Beginning with the first line of the data below, extract each line up to and including the one containing "ln for ln in". Copy them exactly and add nothing.

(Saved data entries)
□ □ □
def alone_and_on_lines(returns: np.ndarray, width: np.ndarray, on_lines: np.ndarray | None
                       ) -> np.ndarray:
    """Every wall's groups, (n, G, GROUP_COLUMNS): first the wall alone (the state before its
    neighbours were set), with its own return walls (`returns`, ft, at its left and right
    ends), then its groups on its line (`on_lines`, from `line_groups`; NaN rows: none). The
    coefficients follow from them at any height (`coefficients`)."""
    alone = np.stack([np.zeros_like(width), width, returns[0], returns[1]], axis=-1)[:, None]
    return alone if on_lines is None else np.concatenate([alone, on_lines], axis=1)


def line_groups(site: Site, releases: Releases, width: np.ndarray,
                columns: dict[str, tuple] | None = None) -> np.ndarray | None:
    """The groups each wall stands in on its line, over the days it stands braced, as rows of
    GROUP_COLUMNS (n, G, 4; NaN where a wall has fewer): from the site's `releases`, each
    panel's width (ft) and its line and offset (`columns`: the panels' fields, if already
    read). None when no wall stands on a line. Geometry only: the coefficients follow at any
    height (`coefficients`), so a search over heights works them out afresh."""
    n = len(site.panels)
    panel = columns or read_panels(site)
    line, offset = panel["line"], panel["offset"]
    offset = np.array(offset, dtype=float)  # None: NaN
    lift = releases.lift
    lines = {ln.name: ln for ln in site.lines}
    number = {name: k for k, name in enumerate(lines)}
    line_id = np.fromiter(map(number.get, line, repeat(-1)), int, n)  # -1: on no line
    line_id[np.isnan(lift)] = -1  # a wall not scheduled never stands on its line
    if not (line_id >= 0).any():
        return None
    found = _standing_groups(site, lines, line_id, releases, offset, width)
    if found is None:  # every wall on the lines is released on its lift day
        return None
    member, lo, hi, ret_lo, ret_hi = found
    member = member.astype(int)
    rows = np.stack([offset[member] - lo, hi - lo, ret_lo, ret_hi], axis=-1)
    # each wall's groups side by side: its k-th group in column k
    order = np.argsort(member, kind="stable")
    member, rows = member[order], rows[order]
    first = np.searchsorted(member, member)
    rank = np.arange(len(member)) - first
    out = np.full((n, rank.max() + 1, GROUP_COLUMNS), np.nan)
    out[member, rank] = rows
    return out


def coefficients(groups: np.ndarray, width: np.ndarray, height: np.ndarray,
                 base: np.ndarray) -> LineLoads:
    """The Case A and Case C coefficients of each wall's groups (`alone_and_on_lines`) at its
    height `height` (s, ft) with its base `base` ft above grade, enveloped over the groups
    (ASCE 7-16 Figure 29.3-1; method notes §2, §3). Worked afresh at every trial height: B/s,
    s/h, the return walls' Lr/s and the regions all change with s.

    `end` is the largest local Case C coefficient over the wall's width, from either end of
    each group (beside a return wall the s-2s region may be larger than the reduced 0-s one);
    `interior` the largest beyond s from a lone wall's ends (its s-2s region) or at the middle
    of a wall on a line, never above `end`. Neither is below Case A.
    """
    filled = np.isnan(groups[..., 1])
    g = np.where(filled[..., None], groups[:, :1], groups)  # an empty slot: the wall alone again
    s = height[:, None]
    d, length, r0, r1 = (g[..., k] for k in range(GROUP_COLUMNS))
    b_over_s, s_over_h = length / s, s / (base[:, None] + s)
    x0 = d / s
    x1 = x0 + width[:, None] / s
    mid = (x0 + x1) / 2.0
    bins_lo, bins_hi = _end_bins(b_over_s, s_over_h, r0 / s, r1 / s)
    case_a = asce7.cf_cases_ab(b_over_s, s_over_h)
    of = {"b_over_s": b_over_s, "s_over_h": s_over_h, "ab": case_a}
    left, cx_left = asce7.case_c_mean(x0, x1, bins=bins_lo, **of)
    right, cx_right = asce7.case_c_mean(b_over_s - x1, b_over_s - x0, bins=bins_hi, **of)
    local = np.maximum(asce7.case_c_max(x0, x1, bins=bins_lo, **of),
                       asce7.case_c_max(b_over_s - x1, b_over_s - x0, bins=bins_hi, **of))
    at_mid = np.maximum(asce7.case_c_cf(mid, bins=bins_lo, **of),
                        asce7.case_c_cf(b_over_s - mid, bins=bins_hi, **of))
    # a wall alone: its interior is the s-2s region (the largest beyond s from both ends)
    beyond_s = np.where(b_over_s > 2.0, asce7.case_c_cf(1.0, bins=bins_lo, **of), local)
    interior = np.where(np.arange(g.shape[1]) == 0, beyond_s, at_mid)
    best_a = case_a.max(axis=1)
    end = np.maximum(local.max(axis=1), best_a)
    out = {"case_a": best_a, "end": end,
           "interior": np.minimum(np.maximum(interior.max(axis=1), best_a), end)}
    # each end's wind at its largest, with its resultant from the wall's own first edge
    for side, mean, at in (("left", left, cx_left * s - d),
                           ("right", right, length - d - cx_right * s)):
        k = mean.argmax(axis=1)[:, None]
        out[f"{side}_mean"] = np.take_along_axis(mean, k, axis=1)[:, 0]
        out[f"{side}_x"] = np.take_along_axis(at, k, axis=1)[:, 0]
    return LineLoads(**out)


def _end_bins(b_over_s, s_over_h, return_start, return_end):
    """The Case C bins (asce7.case_c_bins) of groups for wind from their start and from their
    end, each end's return wall (Lr/s) cutting its own 0-s cell; worked out once where the
    returns are the same at both ends."""
    bins = asce7.case_c_bins(b_over_s, s_over_h, return_start)
    if np.array_equal(return_start, return_end):
        return bins, bins
    return bins, asce7.case_c_bins(b_over_s, s_over_h, return_end)


def strip_case_c(groups: np.ndarray, width: np.ndarray, height: np.ndarray, base: np.ndarray,
                 lo: np.ndarray, hi: np.ndarray) -> np.ndarray:
    """The largest local Case C coefficient over each strip [lo, hi] (ft from the wall's first
    edge; arrays (m, k)) of m walls, over their groups (`alone_and_on_lines`, (m, G, 4)) and
    wind from either end of each (ASCE 7-16 Figure 29.3-1; method notes §4). `width`, `height`
    and `base` are the walls' (m,). Case A/B where a group is shorter than 2 s."""
    filled = np.isnan(groups[..., 1])
    g = np.where(filled[..., None], groups[:, :1], groups)
    s = height[:, None]
    d, length, r0, r1 = (g[..., k] for k in range(GROUP_COLUMNS))
    b_over_s, s_over_h = length / s, s / (base[:, None] + s)
    bins_lo, bins_hi = (bins[:, :, None] for bins in _end_bins(b_over_s, s_over_h, r0 / s,
                                                                r1 / s))
    x0 = (d[..., None] + lo[:, None]) / s[..., None]  # (m, G, k) in s from the group's start
    x1 = (d[..., None] + hi[:, None]) / s[..., None]
    bos, soh = b_over_s[..., None], s_over_h[..., None]
    largest = np.maximum(asce7.case_c_max(x0, x1, bos, soh, bins=bins_lo),
                         asce7.case_c_max(bos - x1, bos - x0, bos, soh, bins=bins_hi))
    return largest.max(axis=1)


def _standing_groups(site: Site, lines: dict, line_id: np.ndarray, releases: Releases,
                     start: np.ndarray, width: np.ndarray) -> tuple[np.ndarray, ...] | None:
    """The groups each wall on a line stands in braced, day by day: (panel index, the group's
    extent lo and hi along the line, the return wall at its start and at its end, ft), in day
    order. A released wall still stands (method notes §6): it stays in its group for the wind on
    its neighbours, but is not listed itself after its release.

    `lines` are the site's lines by name; `line_id`, `start` and `width` each panel's line (its
    place in `lines`; -1: none, or not scheduled), offset along the line and width; `releases`
    their lift and release days (inf: not released). A wall in the same group as on its last
    standing day is loaded the same, so only changes are listed (None when no wall on a line
    ever stands)."""
    gap = site.plan.joint_gap if site.plan else 1.0
    lift, release = releases.lift, releases.release
    line_length = np.array([np.hypot(*np.subtract(ln.end, ln.start)) for ln in lines.values()])
    names = list(lines)
    on_line = line_id >= 0
    order = np.lexsort((start, line_id))
    order = order[on_line[order]]  # walls on lines, by line then along it
    lift_o, release_o, line_o, lo_o = lift[order], release[order], line_id[order], start[order]
    hi_o = lo_o + width[order]
    corners = _corners(lines)
    days = np.unique(np.concatenate([lift[on_line], release[on_line & np.isfinite(release)]]))
    found = []
    last = np.full((4, len(site.panels)), np.nan)  # each wall's group on its last standing day
    for day in days:
        up = lift_o <= day  # standing, braced or released
        braced = (release_o > day)[up]
        if not braced.any():  # every wall on the lines released that day
            continue
        members = order[up]
        # groups: a new one where the line changes or a gap wider than a joint opens
        lid, lo_m, hi_m = line_o[up], lo_o[up], hi_o[up]
        breaks = (np.diff(lid) != 0) | (lo_m[1:] - hi_m[:-1] > gap)
        first = np.concatenate([[0], np.nonzero(breaks)[0] + 1])
        group = np.cumsum(np.concatenate([[0], breaks]))
        g_lo = np.minimum.reduceat(lo_m, first)
        g_hi = np.maximum.reduceat(hi_m, first)
        ret_lo, ret_hi = _corner_returns(lid[first], g_lo, g_hi, names, line_length, corners)
        now = np.array([g_lo[group], g_hi[group], ret_lo[group], ret_hi[group]])[:, braced]
        members = members[braced]
        changed = (last[:, members] != now).any(axis=0)
        last[:, members] = now
        found.append((members[changed], *now[:, changed]))
    if not found:
        return None
    return tuple(np.concatenate(column).astype(float) for column in zip(*found, strict=True))


def _corners(lines: dict) -> dict[tuple[str, str], list[tuple[str, str]]]:
    """For each line end ('start'/'end'), the ends of other lines that meet it at a corner."""
    ends = [(name, tip) for name, ln in lines.items() for tip in ("start", "end")]
    if not ends:
        return {}
    xy = np.array([getattr(lines[name], tip) for name, tip in ends], float)
    by_x = np.argsort(xy[:, 0], kind="stable")
    out: dict[tuple[str, str], list[tuple[str, str]]] = {}
    for step in range(1, len(ends)):  # ends ever further apart in x, until none is near in x
        a, b = by_x[:-step], by_x[step:]
        near_x = xy[b, 0] - xy[a, 0] <= CORNER_TOLERANCE_FT
        if not near_x.any():
            break
        a, b = a[near_x], b[near_x]
        near = np.hypot(*(xy[a] - xy[b]).T) <= CORNER_TOLERANCE_FT
        for j, k in zip(a[near].tolist(), b[near].tolist(), strict=True):
            if ends[j][0] != ends[k][0]:
                out.setdefault(ends[j], []).append(ends[k])
                out.setdefault(ends[k], []).append(ends[j])
    return out
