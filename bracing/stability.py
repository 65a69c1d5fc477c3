"""Walls standing on their own (method notes §3): small pure formulas over numpy arrays."""

from __future__ import annotations

import numpy as np

# TMS 402-16 Table 8.2.4.2, allowable flexural tension normal to bed joints (psi), by unit
# and mortar ("M/S" portland cement/lime or mortar cement M or S, "N"). from memory.
FLEXURAL_TENSION_PSI = {
    ("solid", "M/S"): 53.0, ("solid", "N"): 40.0,
    ("hollow", "M/S"): 33.0, ("hollow", "N"): 25.0,
    ("grouted", "M/S"): 86.0, ("grouted", "N"): 84.0,
}
# ASTM C90 least face-shell thickness (in) by nominal unit width (in), from memory.
FACE_SHELL_IN = {4.0: 0.75, 6.0: 1.0, 8.0: 1.25, 10.0: 1.375, 12.0: 1.5}


def face_shell(thickness_in):
    """Face shell thickness of a hollow unit from its actual thickness.

    Parameters
    ----------
    thickness_in : float or array_like
        Actual unit thickness, in (nominal = actual + 3/8 in).

    Returns
    -------
    float or ndarray
        Least face-shell thickness, in, of the nearest nominal width in `FACE_SHELL_IN`.

    References
    ----------
    ASTM C90 least face-shell thickness by nominal width (from memory).

    Examples
    --------
    An 8 in unit (7-5/8 in actual): 1-1/4 in (from memory).

    >>> float(face_shell(7.625))
    1.25
    """
    nominal = np.asarray(thickness_in, dtype=float) + 0.375
    widths = np.array(list(FACE_SHELL_IN))
    shells = np.array(list(FACE_SHELL_IN.values()))
    return shells[np.clip(np.searchsorted(widths, nominal - 0.5), 0, len(widths) - 1)]


def rocking_resistance(weight, thickness_ft):
    """Moment that a wall's weight resists about its leeward base edge, W t / 2.

    Parameters
    ----------
    weight : float or array_like
        Weight of the wall (or per ft), lb (lb/ft).
    thickness_ft : float or array_like
        Wall thickness, ft.

    Returns
    -------
    float or ndarray
        Resisting moment, lb-ft (lb-ft/ft).

    References
    ----------
    Statics.

    Examples
    --------
    >>> rocking_resistance(1000.0, 0.5)
    250.0
    """
    return weight * thickness_ft / 2.0


def footing_resistance(weight, footing_width_ft):
    """Moment of the weight on a footing centred under the wall, about the toe, W B / 2.

    Parameters
    ----------
    weight : float or array_like
        Weight of wall and footing, lb (or lb/ft).
    footing_width_ft : float or array_like
        Footing width, ft.

    Returns
    -------
    float or ndarray
        Resisting moment, lb-ft (or lb-ft/ft).

    References
    ----------
    Statics.

    Examples
    --------
    >>> footing_resistance(1000.0, 3.0)
    1500.0
    """
    return weight * footing_width_ft / 2.0


def max_soil_pressure(vertical, moment, width_ft, length_ft):
    """Peak soil pressure under a footing: linear pressure, no tension.

    e <= W/6: P/A (1 + 6e/W); e < W/2: 2P / (3 L (W/2 - e)); e >= W/2: infinite (it tips).

    Parameters
    ----------
    vertical : float or array_like
        Vertical load P, lb.
    moment : float or array_like
        Overturning moment about the footing's centre, lb-ft (e = M / P).
    width_ft, length_ft : float or array_like
        Footing width W (in the moment's direction) and length L, ft.

    Returns
    -------
    float or ndarray
        Peak pressure, psf (inf where the resultant is outside the footing).

    References
    ----------
    Statics (the kern formula).

    Examples
    --------
    P 1,000 lb on a 3 ft x 1 ft footing: e = 0.1 ft inside the kern gives 333.3 x 1.2 = 400 psf;
    e = 1.0 ft gives 2,000 / (3 x 0.5) = 1,333 psf; e = 1.6 ft is past the edge.

    >>> [round(float(max_soil_pressure(1000.0, m, 3.0, 1.0))) for m in (100.0, 1000.0)]
    [400, 1333]
    >>> float(max_soil_pressure(1000.0, 1600.0, 3.0, 1.0))
    inf
    """
    e = moment / vertical
    inside = e <= width_ft / 6.0
    with np.errstate(divide="ignore", invalid="ignore"):
        trapezoid = vertical / (width_ft * length_ft) * (1.0 + 6.0 * e / width_ft)
        triangle = 2.0 * vertical / (3.0 * length_ft * (width_ft / 2.0 - e))
    q = np.where(inside, trapezoid, triangle)
    return np.where(e >= width_ft / 2.0, np.inf, q)


def masonry_section(thickness_in, grouting):
    """Section modulus and area per foot of a masonry wall's bed joint.

    Hollow units are bedded on their face shells only (TMS 402-16 net section; the face shell of
    ASTM C90, from memory); solid and grouted walls on the full thickness.

    Parameters
    ----------
    thickness_in : float or array_like
        Actual wall thickness t, in.
    grouting : str or array_like of str
        'hollow', 'grouted' or 'solid'.

    Returns
    -------
    section_in3 : float or ndarray
        Section modulus S per ft, in3.
    area_in2 : float or ndarray
        Net bedded area per ft, in2.

    References
    ----------
    TMS 402-16 §8.2 net section; statics of two face shells.

    Examples
    --------
    8 in hollow (t 7.625 in, face shells 1.25 in): I = 2 (12 x 1.25^3 / 12 + 12 x 1.25 x
    3.1875^2) = 308.7 in4, S = 308.7 / 3.8125 = 81.0 in3, A = 24 x 1.25 = 30 in2.

    >>> [round(float(v), 1) for v in masonry_section(7.625, "hollow")]
    [81.0, 30.0]
    """
    t = np.asarray(thickness_in, dtype=float)
    hollow = np.asarray(grouting) == "hollow"
    fs = np.minimum(face_shell(t), t / 2.0)
    lever = (t - fs) / 2.0
    i_hollow = 2.0 * (12.0 * fs**3 / 12.0 + 12.0 * fs * lever**2)
    s_hollow = i_hollow / (t / 2.0)
    s_solid = 12.0 * t**2 / 6.0
    return np.where(hollow, s_hollow, s_solid), np.where(hollow, 24.0 * fs, 12.0 * t)


def masonry_flexural_capacity(tension_psi, section_in3, area_in2, axial_lb):
    """Base-joint moment at which net flexural tension reaches the allowable.

    f_t = M/S - P/A <= F_t, so M <= F_t S + P S / A.

    Parameters
    ----------
    tension_psi : float or array_like
        Allowable flexural tension normal to bed joints F_t, psi (`FLEXURAL_TENSION_PSI`).
    section_in3, area_in2 : float or array_like
        Net section modulus and area per ft (`masonry_section`).
    axial_lb : float or array_like
        Axial load on the joint per ft, lb.

    Returns
    -------
    float or ndarray
        Moment capacity, lb-ft per ft.

    References
    ----------
    TMS 402-16 §8.2 (allowable stress); F_t from Table 8.2.4.2 (from memory).

    Examples
    --------
    8 in hollow units in type N mortar: F_t 25 psi (TMS 402-16 Table 8.2.4.2, from memory); no
    axial load: 25 x 80.97 / 12 = 168.7 lb-ft/ft.

    >>> FLEXURAL_TENSION_PSI[("hollow", "N")]
    25.0
    >>> s, a = masonry_section(7.625, "hollow")
    >>> round(float(masonry_flexural_capacity(25.0, s, a, 0.0)), 1)
    168.7
    """
    return (tension_psi * section_in3 + axial_lb * section_in3 / area_in2) / 12.0


def rectangle_centroid(width, height, openings):
    """Solid area and the height of its centroid, for a rectangle less rectangular openings.

    Parameters
    ----------
    width, height : float
        The wall's width and height, ft.
    openings : iterable of (x, y, w, h)
        Openings: x along the wall, y above its base, their width and height, ft.

    Returns
    -------
    solid_area : float
        ft2.
    centroid_height : float
        ft above the base.

    References
    ----------
    Statics.

    Examples
    --------
    A 10 x 10 ft wall with a 2 x 5 ft opening at its base: area 90 ft2, centroid
    (100 x 5 - 10 x 2.5) / 90 = 5.278 ft.

    >>> area, zc = rectangle_centroid(10.0, 10.0, [(0.0, 0.0, 2.0, 5.0)])
    >>> area, round(zc, 3)
    (90.0, 5.278)
    """
    area = width * height
    moment = area * height / 2.0
    for _, y, w, h in openings:
        area -= w * h
        moment -= w * h * (y + h / 2.0)
    return area, moment / area


def masonry_bed_joint_shear(area_in2, axial_lb, fm_psi=2000.0):
    """Allowable shear along a cured bed joint of running bond, per ft.

    Fv = least of 1.5 sqrt(f'm), 120 psi and 37 psi + 0.45 Nv/An.

    Parameters
    ----------
    area_in2 : float or array_like
        Net bedded area per ft An, in2.
    axial_lb : float or array_like
        Compressive force on the joint per ft Nv, lb.
    fm_psi : float, optional
        f'm, psi (2000).

    Returns
    -------
    float or ndarray
        Allowable shear, lb per ft.

    References
    ----------
    TMS 402-16 §8.2.6.2 (from memory).

    Examples
    --------
    8 in hollow (An 30 in2), no axial load: 37 psi governs, 37 x 30 = 1,110 lb/ft.

    >>> float(masonry_bed_joint_shear(30.0, 0.0))
    1110.0
    """
    fv = np.minimum(np.minimum(1.5 * np.sqrt(fm_psi), 120.0), 37.0 + 0.45 * axial_lb / area_in2)
    return fv * area_in2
□ □ □
The answer:
def alone_and_on_lines(returns: np.ndarray, width: np.ndarray, on_lines: np.ndarray | None
                       ) -> np.ndarray:
    """Every wall's groups, (n, G, GROUP_COLUMNS): first the wall alone (the state before its
    neighbours were set), with its own return walls (`returns`, ft, at its left and right
    ends), then its groups on its line (`on_lines`, from `line_groups`; NaN rows: none). The
    coefficients follow from them at any height (`coefficients`)."""
    alone = np.stack([np.zeros_like(width), width, returns[0], returns[1]], axis=-1)[:, None]
    return alone if on_lines is None else np.concatenate([alone, on_lines], axis=1)


def line_groups(site: Site, releases: Releases, width: np.ndarray,
                columns: dict[str, tuple] | None = None) -> np.ndarray | None:
    """The groups each wall stands in on its line, over the days it stands braced, as rows of
    GROUP_COLUMNS (n, G, 4; NaN where a wall has fewer): from the site's `releases`, each
    panel's width (ft) and its line and offset (`columns`: the panels' fields, if already
    read). None when no wall stands on a line. Geometry only: the coefficients follow at any
    height (`coefficients`), so a search over heights works them out afresh."""
    n = len(site.panels)
    panel = columns or read_panels(site)
    line, offset = panel["line"], panel["offset"]
    offset = np.array(offset, dtype=float)  # None: NaN
    lift = releases.lift
    lines = {ln.name: ln for ln in site.lines}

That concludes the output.